Somebody splits they're pants & the green house gasses wreck it all.
:rant:


----------



## Ralph Smith

sfw1960 said:


> I can't even REMEMBER the last time I drilled over 20" of ice Ralph...
> Somebody splits they're pants & the green house gasses wreck it all.
> :rant:


Only made it out once last year and drilled through about 18"......Mosquito bay, east of Brimley on Superior:lol:


----------



## raisinrat

Guys at 12:01 AM on 9-4-12. We have a blog that will go live on our website telling all the details if no one has posted up the info by the time I get moving that day I will post up all the info with pics for you guys and I can start taking your questions if you have any.

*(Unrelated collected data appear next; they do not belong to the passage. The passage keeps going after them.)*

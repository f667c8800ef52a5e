"""What the pages of a merge share: header, key and notes, how each rate looks, which conditions stand together.

Quasi-static tests and bar shots differ in shape and lightness as well as in colour, and every line is named beside its
panel, so that a grey print tells as much.
"""

from __future__ import annotations

from collections.abc import Sequence
from dataclasses import dataclass
from typing import Any, NamedTuple

import numpy as np

from shpb.merge.campaign import Merged, MergedMaterial, near_groups
from shpb.merge.material_curve import RateRange
from shpb.merge.model_fit import ModelFit
from shpb.merge.repeats import Repeats
from shpb.version import VERSION
from shpb.view.ink import BODY, DARK, DASH_DOT, DOTS, INK, MIDDLE, SMALL
from shpb.view.page import HEIGHT, WIDTH, Page

LEFT, RIGHT = 0.3, WIDTH - 0.35  # text margins [in]
TOP, BOTTOM = 6.80, 0.62  # of the part below the header [in]
_KEY = 7.18  # first line of the key [in]
_ONE_RATE = 0.15  # decades within which rates have one look
COVERAGE = 2.0  # standard uncertainties in every bar and band: about 95 %
_DASHES: tuple[tuple[float, ...], ...] = ((), (5.0, 1.6), DASH_DOT, (2.6, 1.2), (9.0, 1.8))
TINTS = {RateRange.QUASI_STATIC: "#ecc9b4", RateRange.BAR: "#b9c6e6"}
SHAPES = {RateRange.QUASI_STATIC: "s", RateRange.BAR: "o"}
WORDS = {RateRange.QUASI_STATIC: "quasi-static", RateRange.BAR: "bar"}
LAW_LINE: dict[str, Any] = {"color": INK, "linestyle": (0, DOTS), "linewidth": 1.3}


class Sample(NamedTuple):
    """One entry of a key: words, and how a line, a marker or a band of that kind looks."""

    words: str
    line: dict[str, Any] | None = None
    band: str = ""


@dataclass(frozen=True, slots=True)
class Look:
    """How the curves of one rate look, on every page and in every panel."""

    range: RateRange
    dashes: tuple[float, ...]

    @property
    def colour(self) -> str:
        """Dark for bars, middle for quasi-static tests."""
        return DARK if self.range is RateRange.BAR else MIDDLE

    @property
    def line(self) -> dict[str, Any]:
        """Keyword arguments of the line of a mean."""
        pattern = (0, self.dashes) if self.dashes else "-"
        return {"color": self.colour, "linestyle": pattern, "linewidth": 1.2}

    @property
    def marker(self) -> dict[str, Any]:
        """Keyword arguments of points: filled circles for bars, open squares for quasi-static tests."""
        return {
            "linestyle": "none",
            "marker": SHAPES[self.range],
            "markersize": 3.2,
            "markeredgewidth": 0.9,
            "markeredgecolor": self.colour,
            "markerfacecolor": self.colour if self.range is RateRange.BAR else "white",
        }


_CAPPED = [(-0.5, -1.0), (0.5, -1.0), (0.0, -1.0), (0.0, 1.0), (-0.5, 1.0), (0.5, 1.0)]  # one stroke
BAR_KEY = (
    Sample("thick bar: own uncertainty, k = 2", {"color": INK, "linewidth": 0.0, "marker": "|", "markersize": 8.0,
                                                 "markeredgewidth": 1.8}),
    Sample("thin bar with caps: with what a rig or machine shares, k = 2",
           {"color": INK, "linewidth": 0.0, "marker": _CAPPED, "markersize": 8.0, "markeredgewidth": 0.6,
            "markerfacecolor": "none"}),
)  # fmt: skip


def best_fit(material: MergedMaterial) -> ModelFit | None:
    """The law put first: fitted to most points, of these the one with the lowest corrected Akaike criterion."""
    return material.fits[0] if material.fits else None


def fitted_to(fit: ModelFit, number: int) -> bool:
    """Whether a condition is among those the law was fitted to."""
    return number in fit.points.conditions


def on_path(fit: ModelFit, condition: Repeats) -> bool:
    """Whether the law is asked along its heated path for this condition, as in the fit."""
    return fit.points.heat_k_m3_j is not None and condition.temperature_rise_k is not None


def temperature_groups(merged: Merged, material: MergedMaterial) -> list[list[int]]:
    """Conditions of one temperature, as the rate sensitivity takes them together."""
    return near_groups(
        [c.temperature_k for c in material.conditions], 2 * merged.settings.repeats.temperature_k
    )


def spread_over(count: int, most: int) -> list[int]:
    """At most ``most`` of ``count`` places, the first and the last among them."""
    if count <= most:
        return list(range(count))
    return sorted({round(k * (count - 1) / (most - 1)) for k in range(most)})


def looks(material: MergedMaterial) -> list[Look]:
    """The look of each condition: colour by range, dashes by the order of the rates within it."""
    found: dict[int, Look] = {}
    for name in RateRange:
        members = [i for i, c in enumerate(material.conditions) if c.range is name]
        decades = [float(np.log10(material.conditions[i].mean_rate_per_s)) for i in members]
        for order, group in enumerate(near_groups(decades, _ONE_RATE)):
            look = Look(name, _DASHES[order % len(_DASHES)])
            found |= {members[i]: look for i in group}
    return [found[i] for i in range(len(material.conditions))]


def header(page: Page, merged: Merged, material: MergedMaterial, title: str, sentence: str) -> None:
    """Material and title, what was tested, and one sentence on how to read the page."""
    curves = sum(len(c.curves) for c in material.conditions)
    many = len(material.conditions)
    test = f"{material.kind.value}; {many} condition{'s' * (many != 1)}, {curves} curve{'s' * (curves != 1)}"
    width = RIGHT - LEFT - page.width_of(test, 10) - 0.3
    title_width = page.width_of(title, 11) + 0.25
    name = page.fitted(page.safe(material.material), 13, width - title_width, bold=True)
    page.text(LEFT, 7.92, name, fontsize=13, fontweight="bold")
    page.text(LEFT + page.width_of(name, 13, bold=True) + 0.22, 7.92, title, fontsize=11)
    page.text(RIGHT, 7.92, test, fontsize=10, horizontalalignment="right")
    page.paragraph(LEFT, 7.66, page.safe(sentence), width=RIGHT - LEFT, most=2, size=BODY + 0.5)
    page.rule(LEFT, 7.40, RIGHT - LEFT)
    out = f", {len(merged.left_out)} left out" if merged.left_out else ""
    strain = "without" if merged.settings.indentation_out else "with"
    files = len(merged.used)
    foot = f"{files} file{'s' * (files != 1)} merged{out}; bar strain {strain} the bar faces' share; shpb {VERSION}"
    page.text(RIGHT, 0.2, foot, fontsize=SMALL, color="#555555", horizontalalignment="right")


def note(page: Page, text: str, most: int = 3, width: float = 7.0) -> None:
    """What is said at the foot of a page, beside its footer."""
    lines = min(len(page.wrapped(page.safe(text), SMALL, width)), most) if text else 0
    if lines:
        page.paragraph(LEFT, 0.2 + 0.132 * (lines - 1), page.safe(text), width=width, most=most, size=SMALL)


def in_words(page: Page, text: str, x: float = 2.0, y: float = 4.4, width: float = WIDTH - 4.0) -> None:
    """What is said in place of a panel that would be empty."""
    page.paragraph(x, y, page.safe(text), width=width, most=12, size=10)


def key(page: Page, samples: Sequence[Sample]) -> None:
    """A key below the header, on as many lines as it takes: a piece of line, a marker or a band, and its words."""
    from matplotlib.lines import Line2D
    from matplotlib.patches import Rectangle

    x, y = LEFT, _KEY
    across = page.figure.transFigure
    for sample in samples:
        width = 0.36 + page.width_of(sample.words, BODY)
        if x > LEFT and x + width > RIGHT:
            x, y = LEFT, y - 0.17
        middle = y + 0.3 * BODY / 72
        ends = [x / WIDTH, (x + 0.15) / WIDTH, (x + 0.30) / WIDTH]
        if sample.band:
            place = (ends[0], (middle - 0.05) / HEIGHT)
            box: dict[str, Any] = {"facecolor": sample.band, "linewidth": 0, "transform": across}
            page.figure.add_artist(Rectangle(place, 0.30 / WIDTH, 0.10 / HEIGHT, **box))
        if sample.line is not None:
            line = {"markevery": [1], **sample.line}
            page.figure.add_artist(Line2D(ends, [middle / HEIGHT] * 3, transform=across, **line))
        page.text(x + 0.36, y, page.fitted(sample.words, BODY, RIGHT - x - 0.36), fontsize=BODY)
        x += width + 0.2


def range_key(material: MergedMaterial, colour: str = "") -> list[Sample]:
    """Shapes of the ranges that there are; in one colour where colours tell something else."""
    found = []
    for name in dict.fromkeys(c.range for c in material.conditions):
        marker = Look(name, ()).marker
        if colour:
            marker["markeredgecolor"] = colour
            marker["markerfacecolor"] = colour if name is RateRange.BAR else "white"
        found.append(Sample(WORDS[name], marker))
    return found


def law_words(material: MergedMaterial, fit: ModelFit | None) -> str:
    """Which law is drawn, and where."""
    if fit is None:
        return "No law was fitted, so none is drawn."
    fitted, every = len(fit.points.conditions), len(material.conditions)
    path = ", bars along their own heated path" if any(on_path(fit, c) for c in material.conditions) else ""
    where = "all conditions" if fitted == every else f"{fitted} of {every} conditions and drawn there"
    return f"{fit.model.name}: fitted to {where}{path}; without the scale errors that rig or machine share."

Here is the Web address for our blog
https://www.sportsmensdirect.com/blog/


----------



## Crayfish Trapper

Here's a picture of it.

You can see the video of it here:
http://www.michiganoutofdoorstv.com/shows.cfm?VideoID=203 
(forward to 19:04 in the video)


----------



## N M Mechanical

Well it at least drilled 17 holes in the picture and the video it was fast and I like john deere green


----------



## Scout 2

wintrrun said:


> Show me 24" of ice and i'll spud all the 8" holes you would like.:lol:


I may have to keep you in mind come next winter:lol:


----------



## blood trail

I like the idea of electric for obviuos reasons...no gas!

The only bad thing about the new battery technology is the fact that the batteries run full power rite till the end and then just stop! Once its done its done. Better have another charged one with ya if you want/need more holes.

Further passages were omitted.